Sell a package based upon data cap/month rate.
It’s doable & Apple has the $ & clout to make it happen.
It makes a bunch more sense than building tv’s or getting into the content aspect (not a zero sum business). Obviously they can’t cover the whole planet at once, but there are areas where Ota 4g is equivalent to home dsl or cable service. You’d have to cap both Mbps and possibly total dl limits to keep out 24/7 torrenters, but I think apple could do at a reasonable rate (ie fast enough to stream and enough to cover 3-4 hours hd streaming per day).
The ‘dumb pipe’ is the most logical aspect for apple to be in to insure that it’s customers get the services that they create and not be hampered by the isp’s (both cell and landline) and maintain in an iTunes model of little profit but drives sales.
This limiting factor (I am in Germany and don’t even have visual voicemail on iphone 4 through o2!) is growing by unlimited no longer being unlimited and is getting in the way of what apple is trying to do. This IS where that cash (some of it anyway) WILL go – iCal it for 2 years max!

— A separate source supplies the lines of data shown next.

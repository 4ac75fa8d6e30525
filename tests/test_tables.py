"""Numbers and words: bars and digits, `result.json`, `subbands.csv`, the printed table."""

from __future__ import annotations

import csv
import io
import json
import math
import re
from dataclasses import replace
from pathlib import Path

import numpy as np
import pytest
from hypothesis import given
from hypothesis import strategies as st

from tests.synthetic import charged_result, core_shell_result
from wiresolve.describe.section import Layer
from wiresolve.describe.wirefile import read
from wiresolve.output.sources import from_memory
from wiresolve.output.tables import (
    WIDTH,
    by_temperature,
    charge_lines,
    result_json,
    significant,
    small,
    step_table,
    subband_table,
    subbands_csv,
    summary,
    with_bar,
)
from wiresolve.solve import solve

STEP = {"opens_at_eV": 0.02, "opens_error_eV": 1e-5, "kind": "plateau", "contrast": 0.95}
GEOMETRIES = Path(__file__).parents[1] / "geometries"


@given(st.floats(-1e4, 1e4), st.floats(1e-8, 1e3))
def test_the_printed_interval_holds_the_given_one(value: float, bar: float) -> None:
    middle, half = (float(part) for part in with_bar(value, bar).split(" ± "))
    # Steps of the bar's last digit are counted to a millionth.
    slack = 1e-9 * max(1.0, abs(value)) + 1e-6 * half
    assert middle - half <= value - bar + slack
    assert middle + half >= value + bar - slack
    assert half <= max(1.5 * bar, bar + 2e-6) * (1 + 1e-12)


@pytest.mark.parametrize(
    ("value", "bar", "text"),
    [
        (33.07418, 0.0023, "33.074 ± 0.003"),
        (33.07418, 0.02, "33.07 ± 0.03"),
        (230.9776, 0.0097, "230.978 ± 0.011"),
        (1.25, 0.5, "1.2 ± 0.6"),
        (120.0, 25.0, "120 ± 25"),
        (5.0, 0.096, "5.00 ± 0.10"),
        (-0.0004, 0.001, "-0.0004 ± 0.0010"),
        (-0.00001, 0.001, "0.0000 ± 0.0011"),
        (5.0, 0.0, "5"),
        (1 / 3, 1e-15, "0.333333 ± 0.000001"),
    ],
)
def test_digits_follow_the_bar(value: float, bar: float, text: str) -> None:
    assert with_bar(value, bar) == text


def test_json_holds_the_result_to_the_last_bit() -> None:
    result = core_shell_result()
    text = result_json(result, status="done")
    data = json.loads(text)
    assert data.pop("status") == "done"
    assert data == json.loads(json.dumps(result.to_dict()))
    assert [s["energy_eV"] for s in data["subbands"]] == result.energies_eV.tolist()
    assert list(data) == sorted(data)
    assert result_json(result, status="done") == text
    assert not [line for line in text.splitlines() if line.strip().rstrip(",").replace(".", "").isdigit()]


def test_json_takes_numpy_and_refuses_what_is_no_number() -> None:
    result = core_shell_result()
    verdict = replace(result.verdict, single_subband={"holds": np.bool_(True), "n": np.int64(3), "x": np.float64(0.5)})
    data = json.loads(result_json(replace(result, verdict=verdict)))
    assert data["verdict"]["single_subband"] == {"holds": True, "n": 3, "x": 0.5}
    broken = replace(result.verdict, single_subband={"share": math.nan})
    with pytest.raises(ValueError, match=r"verdict\.single_subband\.share is nan"):
        result_json(replace(result, verdict=broken))


def test_csv_is_the_subbands() -> None:
    result = core_shell_result()
    lines = subbands_csv(result).splitlines()
    comments = [line for line in lines if line.startswith("#")]
    assert any(result.problem.digest in line for line in comments)
    rows = list(csv.DictReader(io.StringIO("\n".join(lines[len(comments) :]))))
    assert len(rows) == len(result.subbands)
    for row, subband in zip(rows, result.subbands, strict=True):
        assert float(row["energy_eV"]) == subband.energy_eV
        assert float(row["error_eV"]) == subband.error_eV
        assert (int(row["index"]), int(row["level"]), row["layer"]) == (subband.index, subband.level, subband.layer)
        assert float(row["share_core"]) + float(row["share_layer_1"]) == pytest.approx(1)
        assert row["bound"] == row["wall_effect_eV"] == ""


def test_spacings_stand_between_levels_in_meV_and_kT() -> None:
    result = core_shell_result(6)
    header, units, *rows = subband_table(result)
    assert rows.pop() == "and 1 more temperature, see result.json"
    assert "spacing" in header
    assert header.count("in kT at") == units.count(" K") == 2
    # Subbands 2 and 3 are a pair: only the second carries the spacing to level 3.
    pair = [row.split() for row in rows[1:3]]
    gap_meV = 1e3 * (result.energies_eV[3] - result.energies_eV[2])
    assert pair[0][5:] == ["0.0670", "core", "(GaAs)", "2", "x", "1"]
    assert float(pair[1][5]) == pytest.approx(gap_meV, rel=1e-3)
    # kT at 77 K is 6.6353 meV (CODATA: 8.617333e-5 eV/K times 77 K).
    assert float(pair[1][7]) == pytest.approx(gap_meV / 6.635347, rel=5e-3)


@pytest.mark.parametrize(
    ("value", "text"),
    [
        (9.996, "10.0"),
        (7.6349, "7.63"),
        (10.0, "10.0"),
        (2763.4, "2760"),
        (0.0120004, "0.0120"),
        (99.96, "100"),
        (0.0, "0"),
    ],
)
def test_three_digits_everywhere(value: float, text: str) -> None:
    assert significant(value, 3) == text


def test_more_than_three_temperatures_are_in_the_file_only() -> None:
    result = core_shell_result(3)
    carriers = replace(result.problem.carriers, temperature_K=(0.0, 4.2, 20.0, 77.0, 150.0, 300.0))
    steps = [
        {"temperature_K": t, "levels": [dict.fromkeys(("level", "height_G0", "plateau_G0"), 1) | STEP]}
        for t in carriers.temperature_K
    ]
    many = replace(
        result,
        problem=replace(result.problem, carriers=carriers),
        verdict=replace(result.verdict, steps=tuple(steps)),
    )
    lines = subband_table(many)
    assert re.findall(r"([\d.]+) K", lines[1]) == ["4.2", "20"]
    assert lines[-1] == "and 3 more temperatures, see result.json"
    assert step_table(many)[0].split()[5:] == ["at", "0", "K", "at", "4.2", "K", "at", "20", "K"]
    assert step_table(many)[-1] == "and 3 more temperatures, see result.json"
    two = replace(many, problem=replace(result.problem, carriers=replace(carriers, temperature_K=(0.0, 4.2, 20.0))))
    assert not [line for line in subband_table(two) if "result.json" in line]


def test_a_long_table_is_cut_and_says_so() -> None:
    lines = subband_table(core_shell_result(45))
    assert len(lines) == 2 + 40 + 2
    assert lines[-2] == "and 5 more, see subbands.csv"
    assert len(subbands_csv(core_shell_result(45)).splitlines()) == 3 + 1 + 45


def test_the_summary_gives_the_verdict_first() -> None:
    result = core_shell_result()
    text = summary(result, "results/wire")
    order = [
        text.index(part) for part in ("One channel up to 77 K", "subband", "open-barrier", "Make the shell", "Files")
    ]
    assert order == sorted(order)
    assert "results/wire" in text.splitlines()[-1]
    assert "0 states missed" in text
    assert "ACCURACY MISSED" not in text
    assert "ACCURACY MISSED" in summary(replace(result, accuracy_met=False))
    assert max(len(line) for line in text.splitlines()) <= 120


def test_the_summary_tells_each_step_and_what_is_from_memory() -> None:
    """Steps of the solved main wire, against its own verdict; values without a checked text are named."""
    result = solve(read(GEOMETRIES / "core_shell_gaas.toml"))
    rows = step_table(result)
    assert rows[0].split() == ["step", "opens", "at", "height", "then", "at", "4.2", "K", "at", "77", "K"]
    warm = result.verdict.steps[1]["levels"]
    assert len(rows) == 2 + len(warm)
    for row, step in zip(rows[2:], warm, strict=True):
        # The contrast is cut to a tenth, as the verdict's.
        assert row.endswith(f"{step['kind']} {math.floor(1000 * step['contrast']) / 10:.1f} %")
        assert row.split()[0] == str(step["level"])
    assert [float(row.split()[5]) for row in rows[2:]] == [1, 3, 5, 6]
    # The gap and the valence edge of GaAs stand there from memory; so do its X and L valleys, which have no subband.
    assert from_memory(result) == "GaAs: zone centre gap, valence edge, conduction edge"
    assert "permittivity" not in from_memory(result)
    assert "Al0.3Ga0.7As: zone centre gap" in from_memory(result, "conflict")
    assert "Values from memory" in summary(result)


def test_only_values_that_were_used_are_named() -> None:
    """Silicon alone has its edge at zero: its average valence energy, from memory, sets nothing. In an oxide that
    admits carriers affinities set the step, and germanium beside silicon needs the average of both."""
    problem = read(GEOMETRIES / "silicon_wire.toml")
    few = replace(problem, accuracy=replace(problem.accuracy, subbands=2))
    alone = solve(few)
    assert "average" not in from_memory(alone) + from_memory(alone, "conflict")
    assert "conduction edge" not in from_memory(alone)
    for other, wanted, needless in (("SiO2", "affinity", "average"), ("Si0.7Ge0.3", "average", "affinity")):
        section = replace(problem.section, layers=(Layer(2.0, other),))
        both = solve(replace(few, section=section))
        said = " ".join(from_memory(both, provenance) for provenance in ("memory", "conflict", "checked", "derived"))
        assert (wanted in said, needless in said) == (True, False), said
        assert all(kind not in said for kind in ("zone centre", "all of X", "all of L"))


def test_a_wide_table_loses_what_matters_least_and_says_so() -> None:
    result = core_shell_result(3)
    named = [replace(s, valley="Delta [100] [010]", bound=True, layer="core") for s in result.subbands]
    wide = subband_table(replace(result, subbands=tuple(named)))
    assert max(len(line) for line in wide) <= WIDTH
    assert re.findall(r"([\d.]+) K", wide[1]) == ["4.2"]
    assert wide[-1] == "and 2 more temperatures, see result.json"
    # Layers that differ are worth more than a second temperature; here levels and subbands differ, too.
    apart = [replace(s, layer=name) for s, name in zip(named, ("core", "layer 1", "core"), strict=True)]
    lines = subband_table(replace(result, subbands=tuple(apart)))
    assert "layer 1 (Al0.3Ga0.7As)" in lines[3]
    assert re.findall(r"([\d.]+) K", lines[1]) == ["4.2"]
    same = [replace(s, level=s.index) for s in named]
    lines = subband_table(replace(result, subbands=tuple(same)))
    assert "all in core (GaAs)" in lines
    assert lines[1].split()[:2] == ["subband", "meV"]
    assert re.findall(r"([\d.]+) K", lines[1]) == ["4.2", "77"]


def test_each_temperature_has_a_line() -> None:
    text = "One channel. It opens. At 4.2 K (kT = 1): yes. At 300 K (kT = 26): no. Effective dimension 1. At 5 nm: so."
    assert by_temperature(text).splitlines() == [
        "One channel. It opens.",
        "At 4.2 K (kT = 1): yes.",
        "At 300 K (kT = 26): no.",
        "Effective dimension 1. At 5 nm: so.",
    ]
    assert by_temperature(text).replace("\n", " ") == text


def test_the_gates_and_what_they_balance_are_printed() -> None:
    result = charged_result()
    lines = charge_lines(result)
    assert [line.split() for line in lines[:5]] == [
        ["charge", "voltage", "lines", "up", "at", "charge"],
        ["on", "V", "V", "e/nm"],
        ["gate", "wrap", "0.25", "0.05", "+0.0125"],
        ["dopants,", "surfaces", "+0.0875"],
        ["carriers", "-0.1"],
    ]
    # Electrons count as negative, so the printed charges add up to nothing.
    assert sum(float(line.split()[-1]) for line in lines[2:5]) == pytest.approx(0.0, abs=1e-15)
    said = " ".join(lines[5:])
    assert "agree to 3.2e-08 V after 4 passes" in said
    assert "balance to 4.5e-14" in said
    assert "Up to 0.032 meV of the bars" in said
    assert "gate-curve" in said
    assert set(lines) <= set(summary(result).splitlines())
    assert charge_lines(core_shell_result(1)) == []


def test_a_pinned_surface_and_one_pass_are_named() -> None:
    result = charged_result()
    pinned = replace(result.charge, gates=(), pinned_per_nm=0.0125, passes=1)
    lines = charge_lines(replace(result, charge=pinned))
    assert lines[2].split() == ["pinned", "surfaces", "+0.0125"]
    assert "after 1 pass;" in " ".join(lines)


@given(st.floats(1e-12, 1e6))
def test_a_small_number_is_never_rounded_down(value: float) -> None:
    shown = float(small(value))
    assert value * (1 - 1e-8) <= shown <= 1.11 * value


def test_result_json_of_a_charged_wire_holds_gates_and_balance() -> None:
    found = json.loads(result_json(charged_result()))
    assert found["gates"] == [
        {"name": "wrap", "voltage_V": 0.25, "lineup_voltage_V": 0.05, "charge_per_nm": 0.0125},
    ]
    assert found["charge"] == {
        "fixed_per_nm": 0.0875,
        "pinned_per_nm": 0.0,
        "passes": 4,
        "residual_V": 3.2e-8,
        "gauss_error": 4.5e-14,
        "potential_error_eV": 3.14e-5,
    }
    assert json.loads(result_json(core_shell_result(1)))["charge"] is None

buy comcast they suck. Apple can make them better.
Yes! Do it! Now!
See Lightsquared, a new cellular provider with a hybrid, tower/geo-stationary satellite cellular network coming to the U.S. this fall. LightSquared is building a state-of-the-art open wireless broadband network to offer network capacity on a wholesale-only basis to business partners. Apple could partner with such a company to provide its own broadband service.
http://www.lightsquared.com/
Google Lightsquared. It is developing a hybrid broadband network that utilizes cell towers with a geostationary satellite to be parked above the U.S. and it will be selling bandwidth to business partners. Apple could use this technology. The satellite is already launched and the beginnings of the network should be ready this fall.

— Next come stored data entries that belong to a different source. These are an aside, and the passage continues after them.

"""The rules behind warnings, as functions: closed forms, published sizes, and drawn widths."""

from __future__ import annotations

import math

import numpy as np
import pytest
from scipy import constants

from wiresolve.describe.material import Material
from wiresolve.describe.materials import look_up
from wiresolve.describe.section import Layer, Patch, Section
from wiresolve.describe.shapes import Circle, Hexagon, Rectangle, Triangle
from wiresolve.physics.borders import Borders
from wiresolve.physics.boundary_remarks import OuterBarrier, bound_state, on_outer_barrier, wall_depth_nm
from wiresolve.physics.charge_remarks import (
    Ring,
    charge_energy_eV,
    harmless_density_per_nm,
    image_shift_eV,
    rings,
    spacing_shift_eV,
)
from wiresolve.physics.image_charge import ground_state_shift, second_state_shift
from wiresolve.physics.material_remarks import (
    hydrostatic_shift_eV,
    misfit,
    narrowest_nm,
    on_silicon,
    on_surfaces,
    on_two_bands,
    on_valleys,
    parabolic_error_eV,
)
from wiresolve.physics.wording import figures, meV, signed_meV


def test_parabolic_error_is_that_of_the_closed_relation() -> None:
    real, alpha = np.array([0.0, 0.02, 0.3]), np.array([2.5, 2.5, 0.0])
    parabolic = real * (1 + alpha * real)
    assert parabolic_error_eV(parabolic, alpha) == pytest.approx(parabolic - real, abs=1e-15)
    # Published size: InAs hexagon, 39.5 against 36.2 meV for alpha = 2.5 (from memory of the design study).
    assert float(parabolic_error_eV(np.array([0.0395]), np.array([2.5]))[0]) == pytest.approx(0.0033, abs=2e-4)


def test_a_bound_state_is_one_only_if_the_free_wall_agrees() -> None:
    assert bound_state(0.1, 0.0, 0.2) is True
    assert bound_state(0.21, 0.02, 0.2) is None
    assert bound_state(0.21, 0.005, 0.2) is False
    assert bound_state(0.21, None, 0.2) is False
    barrier = OuterBarrier("shell", False, np.array([0.2, 0.2, np.nan, 0.3]), np.array([0.0, 0.02, np.nan, 0.0]))
    energy = np.array([0.1, 0.21, 0.25, 0.31])
    assert barrier.bound(energy) == [True, None, None, False]
    notes, said = on_outer_barrier(barrier, energy, 1e-3)
    assert [code for code, _, _ in notes] == ["open-barrier", "wall-too-near"]
    assert "number 4 on" in said[0]
    assert "lifts number 2 above" in notes[1][1]


def test_a_high_barrier_stands_farther_out() -> None:
    """GaAs in 0.23 eV, R = 10 nm: 32.9 meV behind a hard wall, 23.24 meV with the barrier (masses 0.067 and 0.092)."""
    depth = wall_depth_nm(0.067, 0.092, 0.23)
    assert depth == pytest.approx(math.sqrt(0.0380998 * 0.092 / 0.23) / 0.067)
    assert 32.9 * (10 / (10 + depth)) ** 2 == pytest.approx(23.24, rel=0.02)


def test_widths_between_parallel_lines() -> None:
    turned = Section(Rectangle(25, 5, 0, 17.3), "Si")
    assert narrowest_nm(turned, "core") == pytest.approx(5)
    assert narrowest_nm(Section(Circle(7), "Si"), "core") == pytest.approx(7, rel=1e-3)
    assert narrowest_nm(Section(Hexagon(across_flats_nm=6), "Si"), "core") == pytest.approx(6)
    assert narrowest_nm(Section(Triangle(side_nm=10), "Si"), "core") == pytest.approx(10 * math.sqrt(3) / 2)
    shells = Section(Rectangle(20, 20), "SiO2", layers=(Layer(3, "Si", sides=(("top", 2.0),)),), carriers="excluded")
    assert narrowest_nm(shells, "layer 1") == 2
    fin = Section(Rectangle(40, 20), "SiO2", patches=(Patch(Rectangle(4, 12), "Si", (0, 10)),), carriers="excluded")
    assert narrowest_nm(fin, "patch 1") == pytest.approx(4)


def test_silicon_is_known_by_its_valleys() -> None:
    silicon, rich, poor = (look_up(name, 300.0) for name in ("Si", "Si0.7Ge0.3", "Si0.05Ge0.95"))
    assert [bool(on_silicon(4.9, "core", m)) for m in (silicon, rich, poor)] == [True, True, False]
    assert not on_silicon(5.0, "core", silicon)
    assert not on_silicon(2.0, "core", look_up("GaAs", 300.0))


def test_two_bands_up_to_half() -> None:
    assert on_two_bands(np.array([0.1, 0.2]), np.array([2.4, 2.4]), ["InAs"] * 2) == []
    (note,) = on_two_bands(np.array([0.1, 0.25]), np.array([2.4, 2.4]), ["InAs"] * 2)
    assert (
        "from number 2 on, energies lie beyond the range of the two-band mass of InAs: number 2 lies 250 meV" in note[1]
    )


def test_misfit_of_like_crystals_only() -> None:
    """Lattice constants at 300 K: InAs 0.60583, GaAs 0.565325, Si 0.5431, Ge 0.5658 nm."""
    gallium, indium = look_up("GaAs", 300.0), look_up("InAs", 300.0)
    assert misfit(gallium, indium) == pytest.approx(0.60583 / 0.565325 - 1)
    assert misfit(look_up("Si", 300.0), look_up("Ge", 300.0)) == pytest.approx(0.5658 / 0.5431 - 1, rel=1e-3)
    assert misfit(gallium, look_up("GaN", 300.0)) is None
    assert misfit(gallium, look_up("SiO2", 300.0)) is None
    shift = hydrostatic_shift_eV(indium, "zone centre", 0.01, 300.0)
    assert shift == pytest.approx(-5.08 * 2 * (1 - 45.26 / 83.29) * 0.01)
    assert hydrostatic_shift_eV(indium, "X", 0.01, 300.0) is None
    assert hydrostatic_shift_eV(Material.given("mine", electron_mass=0.1), "zone centre", 0.01, 300.0) is None


def test_bare_surfaces_only() -> None:
    materials = {"core": look_up("InAs", 77.0), "layer 1": look_up("InP", 77.0)}
    bare = Borders({}, {"core": 30.0}, {})
    covered = Borders({("core", "layer 1"): 30.0}, {"layer 1": 50.0}, {})
    assert on_surfaces(bare, materials, ["core"])[0][0] == "surface-accumulation"
    assert on_surfaces(covered, materials, ["core", "layer 1"]) == []
    assert on_surfaces(bare, {"core": look_up("In0.53Ga0.47As", 77.0)}, ["core"]) == []
    assert on_surfaces(bare, {"core": look_up("In0.9Ga0.1As", 77.0)}, ["core"])


def test_valleys_within_six_kT_or_a_tenth_of_an_eV() -> None:
    solved = {"zone centre": 0.1, "L": 0.19}
    notes, said = on_valleys(solved, {"X": (0.15, "give an [orientation]"), "Y": (0.3, "")}, 0.001)
    assert [code for code, _, _ in notes] == ["valley-close"] * 2
    assert "90 meV above" in notes[0][1]
    assert "50 meV above" in notes[1][1]
    assert said == ["Valleys of another kind (L, X) lie close."]
    assert on_valleys({"zone centre": 0.1, "L": 0.21}, {}, 0.001) == ([], [])
    assert on_valleys({"zone centre": 0.1, "L": 0.21}, {}, 0.026)[0]


def test_charge_by_gauss_law() -> None:
    """From axis to rim of an even cylinder the energy falls by e^2 N/(4 pi eps0 eps); e^2 n L^2 is four times that."""
    drop = constants.e * 0.1e9 / (4 * math.pi * constants.epsilon_0 * 12.9)
    assert charge_energy_eV(0.1, 12.9) == pytest.approx(4 * drop)
    assert charge_energy_eV(harmless_density_per_nm(0.05, 12.9), 12.9) == pytest.approx(0.05)


def test_image_charges_of_nested_rings() -> None:
    """A shell like the core or like the surroundings is not there; a perfect conductor hides what lies behind."""
    whole = ground_state_shift(12.0, 2.0, 10.0)
    like_core = [Ring(5.0, 12.0, 12.0, 0.0), Ring(10.0, 12.0, 2.0, 0.0)]
    like_outside = [Ring(10.0, 12.0, 2.0, 0.0), Ring(20.0, 2.0, 2.0, 0.0)]
    assert image_shift_eV(like_core) == pytest.approx(whole)
    assert image_shift_eV(like_outside) == pytest.approx(whole)
    metal = [Ring(10.0, 12.0, 1e9, 0.0), Ring(20.0, 1e9, 2.0, 0.0)]
    # What is left falls like one over the root of the shell's permittivity.
    assert image_shift_eV(metal) == pytest.approx(image_shift_eV(metal[:1]), rel=5e-3)
    assert image_shift_eV([]) == spacing_shift_eV([], 5.0) == 0
    wider = second_state_shift(12.0, 2.0, 10.0) - whole
    assert spacing_shift_eV(like_core, 10.0) == pytest.approx(wider)
    assert spacing_shift_eV(like_core, 5.0) == pytest.approx(wider / 4)


def test_rings_are_found_from_the_inside_outwards() -> None:
    def of(permittivity: float | None) -> Material:
        return Material.given("m", electron_mass=0.1, permittivity=permittivity)

    borders = Borders(
        {("core", "layer 1"): 31.4, ("layer 1", "layer 2"): 62.8},
        {"layer 2": 94.2},
        {"core": 78.5, "layer 1": 235.6, "layer 2": 392.7},
    )
    materials = {"core": of(12.9), "layer 1": of(12.0), "layer 2": of(3.9)}
    inner, outer = rings(borders, materials, "core")
    # Core and first layer are nearly alike: one wire of 10 nm radius.
    assert (inner.radius_nm, inner.inside, inner.outside, inner.bare) == (pytest.approx(10, rel=1e-3), 12.9, 3.9, 0)
    assert (outer.radius_nm, outer.inside, outer.outside, outer.bare) == (pytest.approx(15, rel=1e-3), 3.9, 1.0, 1)
    assert rings(borders, materials, "core", endless=frozenset({"layer 2"})) == (inner,)
    assert rings(borders, {**materials, "core": of(None)}, "core") == ()
    assert rings(borders, {**materials, "layer 2": of(None)}, "core") == ()


def test_numbers_in_sentences() -> None:
    assert (figures(162.34, 2), figures(0.0123456), meV(4.0129, 3)) == ("160", "0.0123", "4010 meV")
    assert (signed_meV(0.0444), signed_meV(-0.562)) == ("+44 meV", "-560 meV")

….where the puck is going, not where it is!
Sorry about the double posting of info above. I thought the first post got lost. Apparently Lightsquared already has asked for — and received — an FCC waiver that will allow the company to launch with a terrestrial-based network only. I think I read it has one satellite launched, but that it cannot meet the coverage requirements within the original time period specified by the FCC license It will be a 4G LTE network and the business plan is still to lease bandwidth to partners though.
Sign me up. Anything would be better than the money-grubbing scumbags we have to deal with today.
I absolutely agree that Lightsquared could be a viable way for Apple to provide customers with wireless broadband nationwide in the US. I truly hope they are in discussions for just such a a roll out. Lightsquared will be fully operational this year, and so will the Apple data center in NC be. A marriage made in heaven so to speak.
I’ve thought for awhile that LTE-Advanced is the tipping point. Wireless becomes completely data, with voice as just another service. I think the incumbents can be beaten, as they have too much history with the old ways of doing things. I think Apple has enough cash and are bold enough to use it to buy up the early supplies of LTE-Advanced handset chips and base stations. I suspect there are plenty of ways to get tower space. They can readily point to the difficulties AT&T and Verizon have had keeping up with bandwidth demands, as a supporting argument to the regulators. The target rates of 1Gbps to fixed endpoints and 100Mbps to handsets in motion can deliver video services as well, or better than, cable & satellite TV. Data over satellite is no good for interactive services since the latency is so high, but may have a role for streaming content. It could be a bet with a trillion dollar payoff ($100B per year for 10 years). They’ll only do it if they can do it right, but imagine that service – “it just works”!